Stored items from a collection:
▬▬▬▬▬▬▬▬▬▬
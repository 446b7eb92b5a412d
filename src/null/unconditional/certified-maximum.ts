// The largest value of a polynomial with non-negative Bernstein coefficients on [0, 1], between two proven bounds. A polynomial
// never exceeds its largest coefficient on an interval and meets the first and last one at the ends; halving the interval (de
// Casteljau 1959) brings the two together quadratically. Every step is a mean of positive numbers, so that rounding stays
// relative: at most 2^-53 for each degree and halving.

export interface CertifiedMaximum {
  /** No value exceeds it, rounding included. */
  readonly upper: number;
  /** Attained at `at`, rounding included. */
  readonly lower: number;
  /** In [0, 1]: where the largest value seen lies. */
  readonly at: number;
}

interface Piece {
  readonly from: number;
  readonly width: number;
  readonly coefficients: Float64Array;
  readonly largest: number;
  readonly depth: number;
}

/** Bounds this near in relative terms are near enough. */
export const standardGap = 1e-11;
const mostHalvings = 20_000;
/** A coefficient below this share of the largest is raised to it: the maximum is at least largest / (degree + 1), so that
 *  nothing is seen of it, and no number is ever subnormal. */
const floorShare = 1e-30;

/**
 * @param coefficients Bernstein coefficients, all >= 0, at least one > 0; not changed.
 * @param relativeError of the coefficients.
 * Time: about 100 halvings of degree^2 / 2 means. The bounds hold whenever it ends.
 */
export function certifiedMaximum(
  coefficients: Float64Array,
  relativeError: number,
  gap = standardGap,
): CertifiedMaximum {
  const degree = coefficients.length - 1;
  const largest = greatest(coefficients);
  const raised = coefficients.map((c) => Math.max(c, largest * floorShare));
  let pieces: Piece[] = [{ from: 0, width: 1, coefficients: raised, largest, depth: 0 }];
  let best = 0;
  let at = 0;
  let deepest = 0;
  const look = (value: number, place: number): void => {
    if (value <= best) return;
    best = value;
    at = place;
  };
  look(raised[0]!, 0);
  look(raised[degree]!, 1);
  const isOpen = (piece: Piece): boolean => piece.largest > best * (1 + gap);
  for (let halvings = 0; halvings < mostHalvings; halvings++) {
    const top = highestOf(pieces);
    if (top < 0 || !isOpen(pieces[top]!)) break;
    const [left, right] = halves(pieces[top]!);
    look(right.coefficients[0]!, right.from);
    deepest = Math.max(deepest, left.depth);
    pieces.splice(top, 1, left, right);
    if (pieces.length > 100) pieces = pieces.filter(isOpen);
  }
  // What was dropped lies at most the gap above the best value.
  const upper = pieces.reduce((most, piece) => Math.max(most, piece.largest), best * (1 + gap));
  const error = 1.01 * ((degree + 2) * (deepest + 1) * 2 ** -53 + relativeError);
  return { upper: upper * (1 + error), lower: best * (1 - error), at };
}

/** True where no value of the polynomial exceeds the level, rounding included; false where one does, or it cannot be told. */
export function staysBelow(coefficients: Float64Array, level: number): boolean {
  const degree = coefficients.length - 1;
  const most = level * (1 - 1e-11 - degree * 40 * 2 ** -53);
  const floor = level * floorShare;
  const raised = coefficients.map((c) => Math.max(c, floor));
  const open: Piece[] = [{ from: 0, width: 1, coefficients: raised, largest: greatest(raised), depth: 0 }];
  for (let piece = open.pop(); piece !== undefined; piece = open.pop()) {
    if (piece.largest <= most) continue;
    if (piece.coefficients[0]! > most || piece.coefficients[degree]! > most || piece.depth > 30) return false;
    const [left, right] = halves(piece);
    if (right.coefficients[0]! > most) return false;
    open.push(left, right);
  }
  return true;
}

/** The same polynomial on [from, to] within [0, 1], from < to, as coefficients there. Relative error 6 degree 2^-53. */
export function onPart(coefficients: Float64Array, from: number, to: number): Float64Array {
  const below = to >= 1 ? coefficients : splitAt(coefficients, to)[0];
  return from <= 0 ? below : splitAt(below, from / to)[1];
}

function splitAt(coefficients: Float64Array, share: number): [Float64Array, Float64Array] {
  const right = coefficients.slice();
  const degree = right.length - 1;
  const left = new Float64Array(degree + 1);
  left[0] = right[0]!;
  for (let level = 1; level <= degree; level++) {
    for (let i = 0; i <= degree - level; i++) right[i] = right[i]! * (1 - share) + right[i + 1]! * share;
    left[level] = right[0]!;
  }
  return [left, right];
}

function halves({ from, width, coefficients, depth }: Piece): [Piece, Piece] {
  const right = coefficients.slice();
  const degree = right.length - 1;
  const left = new Float64Array(degree + 1);
  left[0] = right[0]!;
  for (let level = 1; level <= degree; level++) {
    let here = right[0]!;
    for (let i = 0; i <= degree - level; i++) {
      const next = right[i + 1]!;
      right[i] = (here + next) * 0.5;
      here = next;
    }
    left[level] = right[0]!;
  }
  const half = width / 2;
  return [
    { from, width: half, coefficients: left, largest: greatest(left), depth: depth + 1 },
    { from: from + half, width: half, coefficients: right, largest: greatest(right), depth: depth + 1 },
  ];
}

function greatest(values: Float64Array): number {
  let most = 0;
  for (const value of values) if (value > most) most = value;
  return most;
}

function highestOf(pieces: readonly Piece[]): number {
  let top = pieces.length - 1;
  for (let k = 0; k < pieces.length; k++) if (pieces[k]!.largest > pieces[top]!.largest) top = k;
  return top;
}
▬▬▬▬▬▬▬▬▬▬
● **Required work**
Starting from the line that contains "function greatest(values: Float64Array): number", give again every line to the last line of the data, exactly. Include nothing else.

● **Response to this exercise**
function greatest(values: Float64Array): number {
  let most = 0;
  for (const value of values) if (value > most) most = value;
  return most;
}

function highestOf(pieces: readonly Piece[]): number {
  let top = pieces.length - 1;
  for (let k = 0; k < pieces.length; k++) if (pieces[k]!.largest > pieces[top]!.largest) top = k;
  return top;
}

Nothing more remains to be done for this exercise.